There are two different reports that will be generated from the validation processes. The documents are then handed over to reviewers. Reviewers assess the dossier. There are different reviewers for each required CTD module of the dossiers. The Inspectorate handles issues of Good Manufacturing Practices compliance

The Authority checks for illegal products on the market and counterfeits. SAHPRA is a member of a committee for regulatory authorities to share information on safety alerts and recalls, then communicate information to the public, warning them of safety issues relating to medicines.
If the site has not been inspected before, the authority will draw up an inspection plan. They review all documentation and guidelines before going to the site. The applicant must also be notified with the date of inspection. The inspectors enter data and comments electronically on site. Have a meeting to discuss observations made. Then an inspection report is drafted. There is an in-house peer review system that reviews all documentation, which will be used to peer-review the report.
This report is then sent to the applicant to check for deficiencies. The applicant is supposed to respond with the necessary corrections, which will be evaluated again by the inspectors. Then another inspection report is generated and sent to be approved. If the application proves to be GMP positive, the GMP database is updated with the information. The GMP reports are then compiled for registration.
For a medicine to qualify for registration, it needs to be GMP certified, have an approved name and schedule, have a positive quality report and a Patient Information Leaflet.
SAHPRA is a member of Pharmaceutical International Corporate Scheme (PICS). If a site has been inspected by PICS member, SAHPRA conducts a desk review.

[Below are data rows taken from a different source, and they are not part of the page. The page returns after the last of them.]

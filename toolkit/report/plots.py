"""Figures: mesh, raw (discontinuous) and smoothed contour plots, fields
along paths and the error indicator map.

matplotlib is imported inside each function, so importing the toolkit does
not need a display or a backend.  Colour maps are matplotlib's perceptually
uniform defaults (viridis for magnitudes, a diverging map for signed
differences).
"""
from __future__ import annotations

from typing import NamedTuple

import numpy as np

from toolkit.errors import InputError
from toolkit.core.elements import get_element, local_field_matrix
from toolkit.core.fields import GaussField, NodalField
from toolkit.core.mesh import Mesh

__all__ = ["plot_mesh", "contour_nodal", "contour_raw", "raw_vs_smoothed", "plot_path", "plot_indicator",
           "ContourData", "nodal_contour_data", "raw_contour_data", "contour_levels", "raw_nodal_values",
           "METHOD_STYLES", "method_style", "legend_outside", "mark_path", "zoom_to", "contour_with_zoom"]

#: Line style, marker and colour of each recovery method, the same in every figure, so
#: curves that lie on top of each other stay distinguishable (and print in grey scale).
METHOD_STYLES = {
    "L2 projection": dict(linestyle="-", marker="o", color="tab:blue"),
    "L2 projection (lumped)": dict(linestyle=(0, (5, 2)), marker="D", color="tab:purple"),
    "nodal averaging": dict(linestyle="--", marker="s", color="tab:orange"),
    "patch recovery (SPR)": dict(linestyle="-.", marker="^", color="tab:green"),
}
_SPARE_STYLES = [dict(linestyle=":", marker="v", color="tab:red"), dict(linestyle="-", marker="x", color="tab:brown"),
                 dict(linestyle="--", marker="+", color="tab:pink")]


def method_style(name, index=0) -> dict:
    """Keyword arguments (linestyle, marker, colour) for the curve of recovery
    method ``name``: :data:`METHOD_STYLES`, else a spare style by ``index``."""
    return dict(METHOD_STYLES.get(name) or _SPARE_STYLES[index % len(_SPARE_STYLES)])


def legend_outside(ax, **kwargs):
    """A legend to the right of the axes, outside them, so it covers no part
    of the model or the curves.  Returns the legend."""
    kw = dict(loc="upper left", bbox_to_anchor=(1.02, 1.0), borderaxespad=0.0, fontsize="small")
    kw.update(kwargs)
    return ax.legend(**kw)


def mark_path(ax, path, label=None, n=101, color="k", length_unit="mm", **kwargs):
    """Draw ``path`` on a model or contour plot with its start (distance 0)
    marked by a filled circle and the text "0", and its end by an arrow head,
    so the direction of the distance axis of the path plots can be read.
    Returns the (start point, end point)."""
    s = path.sample(n)
    pts = s.points
    ax.plot(pts[:, 0], pts[:, 1], color=color, lw=kwargs.pop("lw", 1.8), label=label, **kwargs)
    ax.plot(*pts[0], "o", color=color, ms=6, mfc=color, label="_start")
    ax.annotate(f"0 {length_unit}", pts[0], xytext=(4, 4), textcoords="offset points", fontsize=8, color=color)
    ax.annotate("", pts[-1], pts[-2], arrowprops=dict(arrowstyle="-|>", color=color, lw=1.2))
    return pts[0], pts[-1]


def zoom_to(ax, centre, half_width, aspect=None):
    """Limit ``ax`` to the square of half-width ``half_width`` about
    ``centre`` (a zoom on the critical region: fillet, toe, hole edge)."""
    cx, cy = float(centre[0]), float(centre[1])
    h = float(half_width)
    if not h > 0:
        raise InputError(f"zoom_to: half_width must be positive, got {half_width}")
    ax.set_xlim(cx - h, cx + h)
    ax.set_ylim(cy - h, cy + h)
    return ax


def _axes(ax):
    import matplotlib.pyplot as plt

    if ax is None:
        _, ax = plt.subplots(figsize=(6, 4.5))
    return ax


def _need_2d(mesh):
    if mesh.dim != 2:
        raise InputError("contour plots are for 2D meshes; export a VTU file to view 3D models")


def plot_mesh(mesh: Mesh, ax=None, color="0.35", linewidth=0.4, label_regions=False):
    """Element outlines (quadratic edges drawn through their mid-side node)."""
    from matplotlib.collections import LineCollection

    _need_2d(mesh)
    ax = _axes(ax)
    segs = []
    for b in mesh.blocks:
        for e in b.element.edges:
            path = (e[0], e[2], e[1]) if len(e) == 3 else e
            pts = mesh.nodes[b.cells[:, list(path)]]                 # (m, 2|3, 2)
            segs.append(pts)
    lines = np.concatenate([np.concatenate([s[:, i:i + 2] for i in range(s.shape[1] - 1)]) for s in segs])
    ax.add_collection(LineCollection(lines, colors=color, linewidths=linewidth))
    ax.set_aspect("equal")
    ax.autoscale_view()
    if label_regions and len(mesh.regions) > 1:
        for b in mesh.blocks:
            c = mesh.nodes[b.cells].mean(axis=1)
            for r in np.unique(b.regions):
                p = c[b.regions == r].mean(axis=0)
                ax.annotate(f"region {r}", p, ha="center", fontsize=8)
    return ax


class ContourData(NamedTuple):
    """The triangulated data a contour plot draws: point coordinates ``xy``
    (p, 2), sub-triangles ``triangles`` (t, 3) indexing ``xy``, and the value
    ``z`` (p,) at each point."""

    xy: np.ndarray
    triangles: np.ndarray
    z: np.ndarray


def _triangles(cell_rows_by_block):
    """Each cell's declared drawing sub-triangles, as rows of point indices."""
    tris = []
    for name, rows in cell_rows_by_block.items():
        for t in get_element(name).plot_triangles:     # the type's declared drawing sub-triangles
            tris.append(rows[:, list(t)])
    return np.concatenate(tris)


def contour_levels(z, levels, vmin=None, vmax=None) -> np.ndarray:
    """The ``levels`` equally spaced contour levels from ``vmin`` to ``vmax``
    (default: the smallest and largest finite ``z``) that :func:`contour_nodal`
    and :func:`contour_raw` fill between."""
    vmin = np.nanmin(z) if vmin is None else vmin
    vmax = np.nanmax(z) if vmax is None else vmax
    if vmax <= vmin:
        vmax = vmin + max(abs(vmin), 1.0) * 1e-9
    return np.linspace(vmin, vmax, levels)


def _draw(ax, data: ContourData, levels, cmap, label, vmin=None, vmax=None, unit="MPa"):
    import matplotlib.pyplot as plt
    import matplotlib.tri as mtri

    tri = mtri.Triangulation(data.xy[:, 0], data.xy[:, 1], data.triangles)
    lv = contour_levels(data.z, levels, vmin, vmax)
    cs = ax.tricontourf(tri, data.z, levels=lv, cmap=cmap, extend="neither")
    ax.set_aspect("equal")
    plt.colorbar(cs, ax=ax, label=f"{label} ({unit})" if unit else label, shrink=0.85)
    return cs


def nodal_contour_data(nodal: NodalField, component) -> ContourData:
    """What :func:`contour_nodal` draws: the nodal values of ``component`` at
    the nodes' coordinates, triangulated cell by cell (a node carrying one
    value per region appears once per region)."""
    mesh = nodal.mesh
    _need_2d(mesh)
    z = nodal.values[:, nodal.components.index(component)]
    rows = {b.name: nodal.cell_rows(b.name) for b in mesh.blocks}
    return ContourData(mesh.nodes[nodal.node], _triangles(rows), z)


def contour_nodal(nodal: NodalField, component, ax=None, levels=21, cmap="viridis", mesh_lines=False,
                  vmin=None, vmax=None, title=None, unit="MPa"):
    """Filled contours of a smoothed nodal field (region splits respected:
    each region is drawn from its own values).  The colour bar reads
    ``component (unit)``."""
    data = nodal_contour_data(nodal, component)
    ax = _axes(ax)
    _draw(ax, data, levels, cmap, component, vmin, vmax, unit)
    if mesh_lines:
        plot_mesh(nodal.mesh, ax, linewidth=0.2)
    ax.set_title(title or f"{component}, {nodal.method or 'nodal'}")
    return ax


def raw_nodal_values(field: GaussField, component):
    """Each cell's own local field at its own nodes, cell by cell (no
    averaging): ``{block: (m, k)}``.  This is the discontinuous field."""
    a = field.components.index(component)
    out = {}
    for b in field.mesh.blocks:
        E = local_field_matrix(b.element, field.points[b.name], b.element.nodes)
        out[b.name] = field.values[b.name][..., a] @ E.T
    return out


def raw_contour_data(field: GaussField, component) -> ContourData:
    """What :func:`contour_raw` draws: every cell's own local field at its own
    nodes (:func:`raw_nodal_values`), each cell with its own copy of its node
    coordinates, so the values jump between cells."""
    mesh = field.mesh
    _need_2d(mesh)
    vals = raw_nodal_values(field, component)
    xy, z, rows, start = [], [], {}, 0
    for b in mesh.blocks:
        m, k = b.cells.shape
        xy.append(mesh.nodes[b.cells].reshape(-1, 2))
        z.append(vals[b.name].ravel())
        rows[b.name] = start + np.arange(m * k).reshape(m, k)
        start += m * k
    return ContourData(np.concatenate(xy), _triangles(rows), np.concatenate(z))


def contour_raw(field: GaussField, component, ax=None, levels=21, cmap="viridis", vmin=None, vmax=None,
                title=None, unit="MPa"):
    """Filled contours of the raw field: every cell drawn from its own
    integration-point values, so the jumps between cells stay visible.  The
    colour bar reads ``component (unit)``."""
    data = raw_contour_data(field, component)
    ax = _axes(ax)
    _draw(ax, data, levels, cmap, component, vmin, vmax, unit)
    ax.set_title(title or f"{component}, raw (cell by cell)")
    return ax


def raw_vs_smoothed(field: GaussField, nodal: NodalField, component, figsize=(11, 4.2), levels=21, unit="MPa"):
    """The raw integration-point field beside the smoothed one, on one colour
    scale (colour bars in ``unit``).  Returns the figure."""
    import matplotlib.pyplot as plt

    raw = raw_nodal_values(field, component)
    z = nodal.values[:, nodal.components.index(component)]
    lo = min(min(v.min() for v in raw.values()), z.min())
    hi = max(max(v.max() for v in raw.values()), z.max())
    fig, axes = plt.subplots(1, 2, figsize=figsize, constrained_layout=True)
    contour_raw(field, component, axes[0], levels, vmin=lo, vmax=hi, unit=unit)
    contour_nodal(nodal, component, axes[1], levels, vmin=lo, vmax=hi,
                  title=f"{component}, smoothed ({nodal.method})", unit=unit)
    return fig


def contour_with_zoom(nodal: NodalField, component, centre, half_width, paths=None, figsize=(12, 4.2),
                      levels=21, unit="MPa", length_unit="mm", title=None):
    """Two panels on one colour scale: the smoothed field over the whole
    model, and a zoom on the critical region (the square of half-width
    ``half_width`` about ``centre``: fillet, toe, hole edge) with the mesh
    drawn.  ``paths`` (label -> path) are drawn on both panels with their
    start (distance 0) marked (:func:`mark_path`); legends sit outside the
    axes.  Returns the figure."""
    import matplotlib.pyplot as plt

    z = nodal.values[:, nodal.components.index(component)]
    lo, hi = float(np.nanmin(z)), float(np.nanmax(z))
    fig, axes = plt.subplots(1, 2, figsize=figsize, constrained_layout=True)
    contour_nodal(nodal, component, axes[0], levels, vmin=lo, vmax=hi, unit=unit,
                  title=title or f"{component}, smoothed ({nodal.method})")
    contour_nodal(nodal, component, axes[1], levels, vmin=lo, vmax=hi, unit=unit, mesh_lines=True,
                  title=f"zoom: {2 * float(half_width):.3g} {length_unit} square")
    colours = ["k", "tab:red", "tab:blue", "tab:orange"]
    for ax in axes:
        for i, (label, p) in enumerate((paths or {}).items()):
            mark_path(ax, p, label=label, color=colours[i % len(colours)], length_unit=length_unit)
        ax.set(xlabel=f"x ({length_unit})", ylabel=f"y ({length_unit})")
    zoom_to(axes[1], centre, half_width)
    cx, cy, h = float(centre[0]), float(centre[1]), float(half_width)
    axes[0].plot([cx - h, cx + h, cx + h, cx - h, cx - h], [cy - h, cy - h, cy + h, cy + h, cy - h], color="w",
                 lw=1.0, ls="--", label="zoomed region")
    legend_outside(axes[1])
    return fig


def plot_path(result, ax=None, quantity="von_mises", label=None, unit="MPa", length_unit="mm", legend=True,
              **kwargs):
    """Plot ``quantity`` (a name or a list of names) of a
    :class:`~toolkit.assess.sampling.PathResult` against distance; raw curves
    (``result.pieces``) are drawn element by element so their jumps show.
    Axis labels carry ``unit`` (stress) and ``length_unit`` (distance from
    the path's start).  Returns the axes."""
    import matplotlib.pyplot as plt

    if ax is None:
        _, ax = plt.subplots()
    names = [quantity] if isinstance(quantity, str) else list(quantity)
    for q in names:
        y = result[q]
        lab = label if (label is not None and len(names) == 1) else (f"{q} ({result.method})" if result.method else q)
        if result.pieces:
            line = None
            for pc in result.pieces:
                kw = dict(kwargs)
                if line is not None:
                    kw.setdefault("color", line.get_color())
                (ln,) = ax.plot(result.distances[pc], y[pc], label=lab if line is None else "_nolegend_", **kw)
                line = line or ln
        else:
            ax.plot(result.distances, y, label=lab, **kwargs)
    ax.set_xlabel(f"distance along {result.label} from its start ({length_unit})")
    ax.set_ylabel(f"{names[0] if len(names) == 1 else 'stress'} ({unit})")
    if legend:
        ax.legend()
    return ax


def plot_indicator(ind, ax=None, quantity="error", cmap="viridis", edgecolor="none", colorbar=True, unit="MPa",
                   length_unit="mm"):
    """Map of the per-element error of an
    :class:`~toolkit.assess.indicator.ErrorIndicator` over a 2D mesh (cells
    drawn as their corner polygons).  ``quantity``: ``"error"``
    (``||e||_K``) or ``"density"`` (``||e||_K / sqrt(area_K)``, independent
    of element size).  The colour bar carries the unit of a plane model: the
    L2 norm over the cell area is in ``unit length_unit`` (the energy norm in
    ``unit^0.5 length_unit``); the density drops the length.  (An
    axisymmetric model integrates over 2 pi r dA: one more ``length_unit^0.5``.)
    Returns the axes."""
    import matplotlib.pyplot as plt
    from matplotlib.collections import PolyCollection

    if ind.mesh.dim != 2:
        raise InputError("ErrorIndicator.plot maps 2D meshes only")
    if quantity not in ("error", "density"):
        raise InputError(f"quantity must be 'error' or 'density', got {quantity!r}")
    if ax is None:
        _, ax = plt.subplots()
    polys, vals = [], []
    for b in ind.mesh.blocks:
        xy = ind.mesh.nodes[b.cells[:, :b.element.ncorners]]
        v = ind.per_block[b.name]
        if quantity == "density":
            v = v / np.sqrt(ind.mesh.volumes(b.name))
        polys.extend(xy)
        vals.append(v)
    pc = PolyCollection(polys, array=np.concatenate(vals), cmap=cmap, edgecolors=edgecolor)
    ax.add_collection(pc)
    ax.autoscale_view()
    ax.set_aspect("equal")
    ax.set_title(f"ZZ error estimate ({ind.measure}), eta = {100 * ind.eta:.3g} %")
    if colorbar:
        su = unit if ind.measure == "L2" else f"{unit}^0.5"      # energy norm: sqrt(stress^2 / modulus)
        ax.figure.colorbar(pc, ax=ax, label=f"||e||_K ({su} {length_unit})" if quantity == "error"
                           else f"||e||_K / sqrt(A_K) ({su})")
    return ax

For clinical trials to be conducted, an applicant has to submit a clinical trial application form. The applicant needs the form, the protocol and supporting documents. This will be sent to the Clinical Trial unit for administrative and technical screening. This is to ensure completeness of the document. The document can be categorized under the following depending on the severity of issues with the document:
•      Category 1A: The document is approved out rightly. No issues were raised
•      Category 1B: The document checks all the boxes but needs approval from the ethics committee.
•      Category 2A: There are administrative issues with the document.
•      Category 2B: The issues in the application has to be evaluated against the applicant’s responses by the original reviewer. It does not need to go to the peer review committee.
•      Category 3: The are major deficiencies in the document. After responses have been evaluated by the initial reviewer it needs to be reviewed again by a team of experts.
•      Category 4: This is for applications of a new molecule that need the expertise of an individual outside the technical advisory team.
•      Category 5: The document has serious deficiencies and may have to be resubmitted.
SAHPRA has a software for clinical trials named the Clinical Trials database. However, it was not effective since it could not handle large documents and they are hoping to get a better system for this regulatory function.

SAHPRA uses Vigiflow software tool to report adverse drug reactions. There is a platform on the National Department of Health Website that allows health care professionals to report ADRs. The document is generated in pdf form. SAHPRA had an ADR Database created just for the authority. The only disadvantage was that when information had to be exported from the database to Vigiflow, some of the data gets trimmed and is lost.